→ How to complete this task
Search the data for the word "maxAge" and copy every line that contains it.

═══

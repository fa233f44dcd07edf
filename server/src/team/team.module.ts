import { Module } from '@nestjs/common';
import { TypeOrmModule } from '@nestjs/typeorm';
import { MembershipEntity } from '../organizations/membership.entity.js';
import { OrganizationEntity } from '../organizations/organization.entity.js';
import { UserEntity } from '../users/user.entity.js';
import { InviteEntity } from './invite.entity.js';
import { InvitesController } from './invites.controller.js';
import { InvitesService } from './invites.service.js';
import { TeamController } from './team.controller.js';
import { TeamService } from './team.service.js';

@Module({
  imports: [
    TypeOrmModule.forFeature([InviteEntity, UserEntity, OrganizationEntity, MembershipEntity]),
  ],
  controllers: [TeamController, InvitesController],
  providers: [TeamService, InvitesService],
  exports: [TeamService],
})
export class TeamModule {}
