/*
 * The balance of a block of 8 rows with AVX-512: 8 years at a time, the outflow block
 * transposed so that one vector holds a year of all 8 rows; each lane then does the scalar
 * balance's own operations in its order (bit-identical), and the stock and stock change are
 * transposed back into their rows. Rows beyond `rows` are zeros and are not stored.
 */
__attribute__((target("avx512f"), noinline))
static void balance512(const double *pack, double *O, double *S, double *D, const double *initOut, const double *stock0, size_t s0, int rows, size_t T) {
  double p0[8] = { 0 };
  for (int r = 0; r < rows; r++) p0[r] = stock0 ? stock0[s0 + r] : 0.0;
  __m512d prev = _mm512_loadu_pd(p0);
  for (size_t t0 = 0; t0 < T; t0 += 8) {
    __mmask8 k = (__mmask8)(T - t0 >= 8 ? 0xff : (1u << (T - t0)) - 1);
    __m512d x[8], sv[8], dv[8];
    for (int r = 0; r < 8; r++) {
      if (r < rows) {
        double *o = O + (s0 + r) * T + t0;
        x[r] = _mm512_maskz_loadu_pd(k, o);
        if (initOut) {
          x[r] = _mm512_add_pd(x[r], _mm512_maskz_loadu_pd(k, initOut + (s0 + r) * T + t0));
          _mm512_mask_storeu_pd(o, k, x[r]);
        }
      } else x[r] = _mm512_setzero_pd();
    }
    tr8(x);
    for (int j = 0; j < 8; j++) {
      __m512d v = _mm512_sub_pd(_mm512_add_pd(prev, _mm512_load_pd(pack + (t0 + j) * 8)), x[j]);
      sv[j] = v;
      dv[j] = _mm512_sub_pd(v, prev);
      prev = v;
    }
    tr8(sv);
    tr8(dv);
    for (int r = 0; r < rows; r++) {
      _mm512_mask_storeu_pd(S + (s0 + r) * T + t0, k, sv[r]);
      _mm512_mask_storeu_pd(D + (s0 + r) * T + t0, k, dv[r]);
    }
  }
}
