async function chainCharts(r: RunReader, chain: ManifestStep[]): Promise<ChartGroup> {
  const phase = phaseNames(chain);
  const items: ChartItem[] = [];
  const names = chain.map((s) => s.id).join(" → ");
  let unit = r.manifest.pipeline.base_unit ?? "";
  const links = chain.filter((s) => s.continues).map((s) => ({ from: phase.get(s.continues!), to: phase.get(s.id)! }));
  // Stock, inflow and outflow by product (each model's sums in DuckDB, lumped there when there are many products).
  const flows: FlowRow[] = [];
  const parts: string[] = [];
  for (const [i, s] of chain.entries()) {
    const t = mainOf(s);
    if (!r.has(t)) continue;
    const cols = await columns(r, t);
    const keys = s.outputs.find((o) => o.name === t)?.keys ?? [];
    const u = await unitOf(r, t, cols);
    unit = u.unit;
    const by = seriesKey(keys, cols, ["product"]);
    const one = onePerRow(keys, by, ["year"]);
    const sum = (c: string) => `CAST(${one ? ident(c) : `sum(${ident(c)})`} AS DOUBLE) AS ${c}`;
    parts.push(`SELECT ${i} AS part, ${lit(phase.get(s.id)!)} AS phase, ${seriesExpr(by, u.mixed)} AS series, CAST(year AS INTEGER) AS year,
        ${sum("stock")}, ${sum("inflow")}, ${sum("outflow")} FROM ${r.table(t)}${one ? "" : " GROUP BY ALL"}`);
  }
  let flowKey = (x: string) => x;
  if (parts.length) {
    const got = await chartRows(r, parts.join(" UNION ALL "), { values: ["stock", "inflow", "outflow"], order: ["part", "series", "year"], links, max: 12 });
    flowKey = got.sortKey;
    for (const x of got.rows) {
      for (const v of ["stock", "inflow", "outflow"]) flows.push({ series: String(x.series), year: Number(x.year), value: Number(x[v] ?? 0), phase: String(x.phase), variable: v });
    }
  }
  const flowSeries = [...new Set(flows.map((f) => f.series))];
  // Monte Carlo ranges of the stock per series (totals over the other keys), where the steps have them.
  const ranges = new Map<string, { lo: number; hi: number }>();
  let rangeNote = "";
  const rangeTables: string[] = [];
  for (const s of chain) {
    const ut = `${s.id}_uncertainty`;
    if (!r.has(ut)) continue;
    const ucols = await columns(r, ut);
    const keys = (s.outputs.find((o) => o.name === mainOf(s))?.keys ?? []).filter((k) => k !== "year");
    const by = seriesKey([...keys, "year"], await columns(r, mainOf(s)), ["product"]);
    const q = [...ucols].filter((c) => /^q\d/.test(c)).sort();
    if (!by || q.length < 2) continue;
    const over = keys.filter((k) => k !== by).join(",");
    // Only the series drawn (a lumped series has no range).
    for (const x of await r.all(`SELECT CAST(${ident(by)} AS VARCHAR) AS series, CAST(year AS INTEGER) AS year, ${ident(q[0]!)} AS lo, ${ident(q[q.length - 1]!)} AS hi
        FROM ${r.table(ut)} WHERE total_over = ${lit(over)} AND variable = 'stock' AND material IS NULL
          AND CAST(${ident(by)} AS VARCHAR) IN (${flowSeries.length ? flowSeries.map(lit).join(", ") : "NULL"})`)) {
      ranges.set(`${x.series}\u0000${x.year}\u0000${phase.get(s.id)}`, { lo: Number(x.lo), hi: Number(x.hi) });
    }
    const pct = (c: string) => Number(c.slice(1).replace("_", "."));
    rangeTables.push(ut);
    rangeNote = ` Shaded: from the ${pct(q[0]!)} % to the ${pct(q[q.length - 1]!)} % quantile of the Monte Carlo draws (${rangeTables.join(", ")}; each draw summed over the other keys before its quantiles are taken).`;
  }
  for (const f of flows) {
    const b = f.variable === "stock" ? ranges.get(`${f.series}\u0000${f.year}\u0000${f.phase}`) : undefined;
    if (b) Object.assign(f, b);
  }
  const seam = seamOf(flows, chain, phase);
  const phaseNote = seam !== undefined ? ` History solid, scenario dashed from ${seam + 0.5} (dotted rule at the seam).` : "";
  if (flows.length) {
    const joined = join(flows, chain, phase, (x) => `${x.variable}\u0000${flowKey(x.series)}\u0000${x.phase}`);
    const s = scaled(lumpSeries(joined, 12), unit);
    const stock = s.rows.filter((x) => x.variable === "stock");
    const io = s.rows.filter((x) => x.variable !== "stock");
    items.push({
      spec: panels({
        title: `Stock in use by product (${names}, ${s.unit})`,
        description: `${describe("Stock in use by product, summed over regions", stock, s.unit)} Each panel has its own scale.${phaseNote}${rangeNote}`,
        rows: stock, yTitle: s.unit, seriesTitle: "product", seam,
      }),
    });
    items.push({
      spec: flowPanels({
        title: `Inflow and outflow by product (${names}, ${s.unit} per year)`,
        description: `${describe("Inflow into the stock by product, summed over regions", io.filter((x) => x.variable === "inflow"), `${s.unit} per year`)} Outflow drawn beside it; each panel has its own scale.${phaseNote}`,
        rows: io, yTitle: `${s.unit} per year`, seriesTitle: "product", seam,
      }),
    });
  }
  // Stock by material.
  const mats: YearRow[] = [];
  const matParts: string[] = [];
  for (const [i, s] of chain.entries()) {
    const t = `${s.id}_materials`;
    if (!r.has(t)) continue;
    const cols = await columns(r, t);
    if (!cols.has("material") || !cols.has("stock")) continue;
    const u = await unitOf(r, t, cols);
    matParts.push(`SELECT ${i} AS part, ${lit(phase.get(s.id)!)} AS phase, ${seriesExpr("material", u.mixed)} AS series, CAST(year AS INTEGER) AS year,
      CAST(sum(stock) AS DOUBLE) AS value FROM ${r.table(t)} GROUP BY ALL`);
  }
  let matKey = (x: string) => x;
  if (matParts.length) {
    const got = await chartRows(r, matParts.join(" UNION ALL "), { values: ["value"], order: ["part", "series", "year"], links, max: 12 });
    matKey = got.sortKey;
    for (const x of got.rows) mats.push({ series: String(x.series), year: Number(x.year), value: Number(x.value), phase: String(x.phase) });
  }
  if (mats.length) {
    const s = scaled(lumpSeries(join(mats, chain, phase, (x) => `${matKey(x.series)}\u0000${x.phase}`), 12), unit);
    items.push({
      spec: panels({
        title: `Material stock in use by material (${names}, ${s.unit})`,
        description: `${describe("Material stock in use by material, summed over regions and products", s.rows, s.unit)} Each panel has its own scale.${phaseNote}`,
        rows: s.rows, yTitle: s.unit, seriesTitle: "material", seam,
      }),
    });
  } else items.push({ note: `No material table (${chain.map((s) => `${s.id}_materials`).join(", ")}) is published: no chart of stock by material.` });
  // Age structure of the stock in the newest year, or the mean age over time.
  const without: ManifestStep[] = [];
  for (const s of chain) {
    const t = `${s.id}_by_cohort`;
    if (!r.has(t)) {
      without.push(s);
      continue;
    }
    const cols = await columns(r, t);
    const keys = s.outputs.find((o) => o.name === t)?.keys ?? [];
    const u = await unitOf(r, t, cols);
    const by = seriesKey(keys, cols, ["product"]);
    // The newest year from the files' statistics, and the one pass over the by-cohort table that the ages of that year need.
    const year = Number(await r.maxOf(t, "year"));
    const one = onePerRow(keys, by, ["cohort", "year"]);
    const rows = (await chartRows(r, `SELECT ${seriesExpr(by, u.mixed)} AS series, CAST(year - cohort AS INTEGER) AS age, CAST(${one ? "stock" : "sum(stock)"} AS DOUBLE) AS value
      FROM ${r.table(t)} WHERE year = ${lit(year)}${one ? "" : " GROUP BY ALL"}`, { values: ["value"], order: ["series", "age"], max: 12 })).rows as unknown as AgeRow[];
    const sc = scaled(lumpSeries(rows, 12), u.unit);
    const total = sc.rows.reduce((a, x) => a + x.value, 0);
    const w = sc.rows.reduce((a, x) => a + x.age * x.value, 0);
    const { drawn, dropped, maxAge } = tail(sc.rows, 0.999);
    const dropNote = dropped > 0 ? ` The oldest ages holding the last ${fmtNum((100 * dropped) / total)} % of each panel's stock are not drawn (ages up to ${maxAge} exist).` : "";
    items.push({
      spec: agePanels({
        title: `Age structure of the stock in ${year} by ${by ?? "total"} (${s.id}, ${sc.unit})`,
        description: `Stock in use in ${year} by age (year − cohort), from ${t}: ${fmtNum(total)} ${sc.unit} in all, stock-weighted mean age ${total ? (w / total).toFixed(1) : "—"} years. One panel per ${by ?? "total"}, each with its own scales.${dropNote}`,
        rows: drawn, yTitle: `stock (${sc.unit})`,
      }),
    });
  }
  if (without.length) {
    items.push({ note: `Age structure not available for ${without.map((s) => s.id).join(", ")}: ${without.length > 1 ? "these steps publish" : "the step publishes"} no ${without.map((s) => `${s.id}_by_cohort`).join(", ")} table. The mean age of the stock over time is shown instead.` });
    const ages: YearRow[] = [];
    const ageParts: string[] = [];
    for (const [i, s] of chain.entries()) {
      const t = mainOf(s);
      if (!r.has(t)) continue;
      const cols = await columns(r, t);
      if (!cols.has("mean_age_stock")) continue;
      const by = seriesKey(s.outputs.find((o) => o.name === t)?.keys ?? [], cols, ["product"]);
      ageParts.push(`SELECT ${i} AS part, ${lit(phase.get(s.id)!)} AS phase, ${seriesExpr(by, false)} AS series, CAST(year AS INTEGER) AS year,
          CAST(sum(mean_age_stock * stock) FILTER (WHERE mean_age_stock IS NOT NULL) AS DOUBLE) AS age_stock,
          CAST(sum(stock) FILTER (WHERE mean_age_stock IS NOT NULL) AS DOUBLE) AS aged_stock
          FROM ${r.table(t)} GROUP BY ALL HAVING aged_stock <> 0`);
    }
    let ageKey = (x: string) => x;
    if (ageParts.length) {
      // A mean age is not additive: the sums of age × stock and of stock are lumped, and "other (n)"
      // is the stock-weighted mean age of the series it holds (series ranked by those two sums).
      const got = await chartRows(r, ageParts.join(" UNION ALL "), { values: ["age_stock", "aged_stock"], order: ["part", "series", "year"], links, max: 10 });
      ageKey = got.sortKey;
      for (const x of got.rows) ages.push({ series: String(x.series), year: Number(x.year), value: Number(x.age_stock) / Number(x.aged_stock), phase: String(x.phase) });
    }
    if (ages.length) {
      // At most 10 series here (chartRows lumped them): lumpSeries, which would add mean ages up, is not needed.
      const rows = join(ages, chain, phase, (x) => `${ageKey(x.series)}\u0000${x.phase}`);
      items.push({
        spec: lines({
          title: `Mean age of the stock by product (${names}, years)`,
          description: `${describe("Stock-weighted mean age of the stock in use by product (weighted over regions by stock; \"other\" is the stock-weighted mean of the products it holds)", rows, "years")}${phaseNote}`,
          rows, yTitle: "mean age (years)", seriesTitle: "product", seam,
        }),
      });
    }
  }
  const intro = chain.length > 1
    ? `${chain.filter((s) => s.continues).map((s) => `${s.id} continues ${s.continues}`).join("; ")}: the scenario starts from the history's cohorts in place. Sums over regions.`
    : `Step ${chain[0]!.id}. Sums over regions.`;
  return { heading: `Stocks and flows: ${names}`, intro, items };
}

═══

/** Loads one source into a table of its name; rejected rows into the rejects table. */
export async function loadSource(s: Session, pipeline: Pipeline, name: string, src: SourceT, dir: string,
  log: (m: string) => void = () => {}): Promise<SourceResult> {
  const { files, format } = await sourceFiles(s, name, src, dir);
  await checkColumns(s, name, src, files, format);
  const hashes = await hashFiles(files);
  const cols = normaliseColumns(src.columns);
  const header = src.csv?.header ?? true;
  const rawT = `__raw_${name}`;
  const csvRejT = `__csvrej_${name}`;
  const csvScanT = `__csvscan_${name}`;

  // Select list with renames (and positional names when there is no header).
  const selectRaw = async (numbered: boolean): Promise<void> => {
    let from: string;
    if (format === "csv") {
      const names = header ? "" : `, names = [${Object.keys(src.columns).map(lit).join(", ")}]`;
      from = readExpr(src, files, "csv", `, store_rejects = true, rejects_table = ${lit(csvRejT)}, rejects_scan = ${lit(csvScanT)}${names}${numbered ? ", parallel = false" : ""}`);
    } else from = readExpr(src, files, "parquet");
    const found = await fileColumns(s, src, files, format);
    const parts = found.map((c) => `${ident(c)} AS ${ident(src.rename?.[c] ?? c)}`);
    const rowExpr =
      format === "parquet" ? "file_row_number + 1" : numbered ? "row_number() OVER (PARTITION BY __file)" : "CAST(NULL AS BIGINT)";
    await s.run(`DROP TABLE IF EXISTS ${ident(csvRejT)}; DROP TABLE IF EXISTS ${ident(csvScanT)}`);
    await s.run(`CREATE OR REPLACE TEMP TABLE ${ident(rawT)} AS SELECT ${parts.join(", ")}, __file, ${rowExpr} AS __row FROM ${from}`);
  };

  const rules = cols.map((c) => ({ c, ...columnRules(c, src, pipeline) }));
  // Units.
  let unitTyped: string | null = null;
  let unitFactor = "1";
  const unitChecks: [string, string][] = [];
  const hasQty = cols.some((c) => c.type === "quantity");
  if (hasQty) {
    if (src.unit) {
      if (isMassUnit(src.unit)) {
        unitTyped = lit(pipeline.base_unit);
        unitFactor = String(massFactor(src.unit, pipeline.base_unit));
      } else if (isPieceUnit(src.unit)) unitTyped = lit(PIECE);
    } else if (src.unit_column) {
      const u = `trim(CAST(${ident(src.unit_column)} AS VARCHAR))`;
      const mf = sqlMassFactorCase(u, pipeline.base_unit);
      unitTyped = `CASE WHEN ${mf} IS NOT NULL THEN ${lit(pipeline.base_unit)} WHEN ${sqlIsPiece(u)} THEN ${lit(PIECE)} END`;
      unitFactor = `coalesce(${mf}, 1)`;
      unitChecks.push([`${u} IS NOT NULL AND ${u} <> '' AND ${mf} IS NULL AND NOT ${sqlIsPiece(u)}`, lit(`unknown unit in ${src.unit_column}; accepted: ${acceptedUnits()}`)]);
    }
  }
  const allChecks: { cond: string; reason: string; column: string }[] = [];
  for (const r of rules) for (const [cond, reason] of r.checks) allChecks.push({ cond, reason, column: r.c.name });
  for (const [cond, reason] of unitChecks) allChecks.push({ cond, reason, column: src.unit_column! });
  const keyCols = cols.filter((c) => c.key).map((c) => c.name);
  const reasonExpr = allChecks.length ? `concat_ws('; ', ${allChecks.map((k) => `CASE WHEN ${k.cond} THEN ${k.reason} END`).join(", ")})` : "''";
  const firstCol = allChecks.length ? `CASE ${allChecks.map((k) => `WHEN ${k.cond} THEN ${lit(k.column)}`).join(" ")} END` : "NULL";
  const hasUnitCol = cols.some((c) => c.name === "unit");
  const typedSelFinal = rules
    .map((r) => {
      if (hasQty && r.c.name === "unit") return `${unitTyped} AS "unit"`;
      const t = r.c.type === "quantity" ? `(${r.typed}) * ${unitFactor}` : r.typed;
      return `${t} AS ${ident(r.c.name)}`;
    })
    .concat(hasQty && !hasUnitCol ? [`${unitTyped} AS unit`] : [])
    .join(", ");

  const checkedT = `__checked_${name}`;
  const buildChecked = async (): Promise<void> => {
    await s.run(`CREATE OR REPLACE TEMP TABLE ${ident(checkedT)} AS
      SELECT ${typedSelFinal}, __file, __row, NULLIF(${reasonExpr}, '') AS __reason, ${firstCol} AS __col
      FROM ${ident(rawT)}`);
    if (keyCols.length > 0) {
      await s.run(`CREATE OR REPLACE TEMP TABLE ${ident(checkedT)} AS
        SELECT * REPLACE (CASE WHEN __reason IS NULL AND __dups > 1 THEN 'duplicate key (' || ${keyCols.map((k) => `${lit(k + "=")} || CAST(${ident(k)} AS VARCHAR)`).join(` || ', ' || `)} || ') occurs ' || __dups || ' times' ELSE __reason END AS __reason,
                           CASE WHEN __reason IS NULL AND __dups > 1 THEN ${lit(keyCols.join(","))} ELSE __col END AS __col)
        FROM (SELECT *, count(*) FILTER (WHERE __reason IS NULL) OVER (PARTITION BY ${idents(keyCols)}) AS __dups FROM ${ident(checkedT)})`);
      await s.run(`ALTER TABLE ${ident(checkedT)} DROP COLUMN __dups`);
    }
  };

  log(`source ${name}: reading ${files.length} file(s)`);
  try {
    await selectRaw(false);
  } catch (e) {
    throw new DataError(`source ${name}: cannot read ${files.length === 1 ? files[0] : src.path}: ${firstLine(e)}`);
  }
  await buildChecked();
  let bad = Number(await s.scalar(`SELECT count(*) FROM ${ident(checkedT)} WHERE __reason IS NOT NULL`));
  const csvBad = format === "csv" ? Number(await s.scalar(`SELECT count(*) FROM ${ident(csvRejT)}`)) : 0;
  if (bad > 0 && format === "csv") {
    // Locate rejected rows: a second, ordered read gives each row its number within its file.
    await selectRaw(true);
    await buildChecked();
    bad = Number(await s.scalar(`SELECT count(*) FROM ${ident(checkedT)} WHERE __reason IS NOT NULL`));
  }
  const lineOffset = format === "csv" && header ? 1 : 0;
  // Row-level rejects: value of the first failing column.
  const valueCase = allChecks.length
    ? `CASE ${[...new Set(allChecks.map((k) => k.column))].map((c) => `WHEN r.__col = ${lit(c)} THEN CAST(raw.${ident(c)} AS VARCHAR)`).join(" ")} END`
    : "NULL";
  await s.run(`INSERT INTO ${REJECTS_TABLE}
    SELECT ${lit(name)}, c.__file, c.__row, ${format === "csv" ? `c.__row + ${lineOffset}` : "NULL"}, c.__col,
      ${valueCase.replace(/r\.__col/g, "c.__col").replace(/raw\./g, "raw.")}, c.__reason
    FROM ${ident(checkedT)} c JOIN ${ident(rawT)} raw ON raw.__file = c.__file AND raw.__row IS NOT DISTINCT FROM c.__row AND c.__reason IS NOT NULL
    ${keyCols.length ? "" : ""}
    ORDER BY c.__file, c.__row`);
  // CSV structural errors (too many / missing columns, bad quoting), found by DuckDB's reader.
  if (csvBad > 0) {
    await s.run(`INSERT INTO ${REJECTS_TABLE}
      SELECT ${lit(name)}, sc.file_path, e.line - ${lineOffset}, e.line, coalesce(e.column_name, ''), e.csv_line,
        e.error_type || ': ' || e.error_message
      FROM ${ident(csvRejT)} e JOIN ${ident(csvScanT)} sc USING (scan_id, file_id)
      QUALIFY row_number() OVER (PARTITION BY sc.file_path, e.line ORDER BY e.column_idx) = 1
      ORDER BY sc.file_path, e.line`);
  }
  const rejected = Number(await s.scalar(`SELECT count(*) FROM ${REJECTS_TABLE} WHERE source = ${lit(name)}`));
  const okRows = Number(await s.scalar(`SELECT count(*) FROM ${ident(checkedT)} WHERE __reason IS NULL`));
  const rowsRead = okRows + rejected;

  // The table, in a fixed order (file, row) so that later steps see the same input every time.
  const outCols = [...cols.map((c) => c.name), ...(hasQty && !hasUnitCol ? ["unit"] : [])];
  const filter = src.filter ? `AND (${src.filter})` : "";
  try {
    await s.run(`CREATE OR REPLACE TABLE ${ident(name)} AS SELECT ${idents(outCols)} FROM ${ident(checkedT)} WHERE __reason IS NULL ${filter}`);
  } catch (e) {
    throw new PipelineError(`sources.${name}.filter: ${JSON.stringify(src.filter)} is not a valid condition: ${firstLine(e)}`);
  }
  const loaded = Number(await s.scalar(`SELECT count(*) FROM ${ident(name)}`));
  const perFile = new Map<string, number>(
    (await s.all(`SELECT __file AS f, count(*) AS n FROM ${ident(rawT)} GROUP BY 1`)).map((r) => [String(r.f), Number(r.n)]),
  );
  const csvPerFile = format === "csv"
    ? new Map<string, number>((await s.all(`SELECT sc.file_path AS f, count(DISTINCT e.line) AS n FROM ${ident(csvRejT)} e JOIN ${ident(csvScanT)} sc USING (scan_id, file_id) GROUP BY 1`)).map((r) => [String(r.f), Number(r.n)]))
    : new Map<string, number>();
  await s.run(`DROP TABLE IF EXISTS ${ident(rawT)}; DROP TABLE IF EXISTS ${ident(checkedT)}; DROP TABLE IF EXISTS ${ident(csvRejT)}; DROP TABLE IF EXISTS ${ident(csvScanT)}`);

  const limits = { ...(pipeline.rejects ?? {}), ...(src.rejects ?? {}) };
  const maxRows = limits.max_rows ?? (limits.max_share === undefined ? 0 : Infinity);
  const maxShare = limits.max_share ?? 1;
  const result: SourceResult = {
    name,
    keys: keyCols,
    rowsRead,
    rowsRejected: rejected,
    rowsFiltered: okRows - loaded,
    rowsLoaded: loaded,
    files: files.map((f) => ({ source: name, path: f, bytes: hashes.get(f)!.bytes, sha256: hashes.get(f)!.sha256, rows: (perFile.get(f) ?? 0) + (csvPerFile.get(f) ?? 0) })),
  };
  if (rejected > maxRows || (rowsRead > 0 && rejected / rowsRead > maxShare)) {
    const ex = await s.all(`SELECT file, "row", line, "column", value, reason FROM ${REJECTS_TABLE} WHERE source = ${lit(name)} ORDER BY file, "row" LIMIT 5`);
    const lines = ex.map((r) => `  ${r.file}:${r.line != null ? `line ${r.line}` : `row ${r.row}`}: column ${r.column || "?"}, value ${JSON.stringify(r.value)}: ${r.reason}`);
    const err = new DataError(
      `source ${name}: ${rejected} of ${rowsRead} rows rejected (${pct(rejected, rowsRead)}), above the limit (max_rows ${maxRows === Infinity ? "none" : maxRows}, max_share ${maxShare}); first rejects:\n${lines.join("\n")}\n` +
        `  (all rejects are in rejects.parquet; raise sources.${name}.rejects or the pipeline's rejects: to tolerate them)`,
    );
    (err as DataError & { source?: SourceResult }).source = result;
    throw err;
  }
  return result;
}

═══

→ Your response
    const { drawn, dropped, maxAge } = tail(sc.rows, 0.999);
    const dropNote = dropped > 0 ? ` The oldest ages holding the last ${fmtNum((100 * dropped) / total)} % of each panel's stock are not drawn (ages up to ${maxAge} exist).` : "";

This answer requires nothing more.